- TASK INSTRUCTIONS
From the first line to the last, reproduce the records exactly.

** Opening THE INPUT block **

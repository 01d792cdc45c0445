"""Budget of error of one sample: where the variance of its reading comes from.

Errors that a run or a stock shares are propagated by the law's own slopes, Var = sum (d mean/d z_i)^2,
z_i ~ N(0, 1), taken by central differences at the middle of the beliefs; the errors of the sample
itself are absolute^2 + (relative * mean)^2 + (time error * d mean/dt)^2.
"""

from __future__ import annotations

import numpy as np

from designer.courses import Course
from designer.findings import Budget, Share
from designer.records import Study

STEP = 1e-3  # of a standard deviation; central differences are then right to about 1e-6


def budget(
    study: Study, course: Course, u: np.ndarray, conditions: np.ndarray, time: float, column: int
) -> Budget:
    """Budget of the reading ``column`` at ``time`` (s). u (structural,); conditions (condition,)."""
    law, reading = course.law, course.law.channels[column].reading
    stocks = [i for i, name in enumerate(law.structural) if name.startswith("stock of ")]
    seen = course.see(*_lanes(u, conditions, time, len(law.errors), stocks))
    mean = seen.mean[:, 0, column]
    slopes = (mean[1::2] - mean[2::2]) / (2 * STEP)
    names = [*law.errors, *(law.structural[i] for i in stocks)]
    within = {"relative error of the reading": reading.relative * mean[0], "absolute error": reading.absolute}
    known = sum(size**2 for size in within.values())
    within["time of sampling"] = float(np.sqrt(max(seen.variance[0, 0, column] - known, 0.0)))
    if reading.time_error == 0:
        del within["time of sampling"]
    sizes = {name: abs(float(slope)) for name, slope in zip(names, slopes, strict=True)}
    sizes |= {name: abs(float(size)) for name, size in within.items() if size}
    total = sum(size**2 for size in sizes.values())
    shares = [Share(name, size, size**2 / total) for name, size in sizes.items()]
    start = float(course.see(u[None], conditions[None], np.zeros((1, 1))).amount[0, 0])
    return Budget(
        law.candidate.name,
        reading.name,
        reading.unit,
        time,
        float(seen.amount[0, 0]) / start if start else 1.0,
        float(mean[0]),
        float(np.sqrt(total)),
        tuple(sorted(shares, key=lambda share: -share.share)),
    )


def _lanes(
    u: np.ndarray, conditions: np.ndarray, time: float, errors: int, stocks: list[int]
) -> tuple[np.ndarray, np.ndarray, np.ndarray, np.ndarray]:
    """Lane 0 is the middle; then a step up and a step down of each error of the run and each stock."""
    count = 1 + 2 * (errors + len(stocks))
    us, zs = np.tile(u, (count, 1)), np.zeros((count, errors))
    for i in range(errors):
        zs[1 + 2 * i, i], zs[2 + 2 * i, i] = STEP, -STEP
    for j, place in enumerate(stocks, errors):
        us[1 + 2 * j, place] += STEP
        us[2 + 2 * j, place] -= STEP
    return us, conditions[None], np.array([[time]]), zs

** Closing THE INPUT block **

- RESULT BELOW
repository 01d792cdc45c0445
"""Budget of error of one sample: where the variance of its reading comes from.

Errors that a run or a stock shares are propagated by the law's own slopes, Var = sum (d mean/d z_i)^2,
z_i ~ N(0, 1), taken by central differences at the middle of the beliefs; the errors of the sample
itself are absolute^2 + (relative * mean)^2 + (time error * d mean/dt)^2.
"""

from __future__ import annotations

import numpy as np

from designer.courses import Course
from designer.findings import Budget, Share
from designer.records import Study

STEP = 1e-3  # of a standard deviation; central differences are then right to about 1e-6


def budget(
    study: Study, course: Course, u: np.ndarray, conditions: np.ndarray, time: float, column: int
) -> Budget:
    """Budget of the reading ``column`` at ``time`` (s). u (structural,); conditions (condition,)."""
    law, reading = course.law, course.law.channels[column].reading
    stocks = [i for i, name in enumerate(law.structural) if name.startswith("stock of ")]
    seen = course.see(*_lanes(u, conditions, time, len(law.errors), stocks))
    mean = seen.mean[:, 0, column]
    slopes = (mean[1::2] - mean[2::2]) / (2 * STEP)
    names = [*law.errors, *(law.structural[i] for i in stocks)]
    within = {"relative error of the reading": reading.relative * mean[0], "absolute error": reading.absolute}
    known = sum(size**2 for size in within.values())
    within["time of sampling"] = float(np.sqrt(max(seen.variance[0, 0, column] - known, 0.0)))
    if reading.time_error == 0:
        del within["time of sampling"]
    sizes = {name: abs(float(slope)) for name, slope in zip(names, slopes, strict=True)}
    sizes |= {name: abs(float(size)) for name, size in within.items() if size}
    total = sum(size**2 for size in sizes.values())
    shares = [Share(name, size, size**2 / total) for name, size in sizes.items()]
    start = float(course.see(u[None], conditions[None], np.zeros((1, 1))).amount[0, 0])
    return Budget(
        law.candidate.name,
        reading.name,
        reading.unit,
        time,
        float(seen.amount[0, 0]) / start if start else 1.0,
        float(mean[0]),
        float(np.sqrt(total)),
        tuple(sorted(shares, key=lambda share: -share.share)),
    )


def _lanes(
    u: np.ndarray, conditions: np.ndarray, time: float, errors: int, stocks: list[int]
) -> tuple[np.ndarray, np.ndarray, np.ndarray, np.ndarray]:
    """Lane 0 is the middle; then a step up and a step down of each error of the run and each stock."""
    count = 1 + 2 * (errors + len(stocks))
    us, zs = np.tile(u, (count, 1)), np.zeros((count, errors))
    for i in range(errors):
        zs[1 + 2 * i, i], zs[2 + 2 * i, i] = STEP, -STEP
    for j, place in enumerate(stocks, errors):
        us[1 + 2 * j, place] += STEP
        us[2 + 2 * j, place] -= STEP
    return us, conditions[None], np.array([[time]]), zs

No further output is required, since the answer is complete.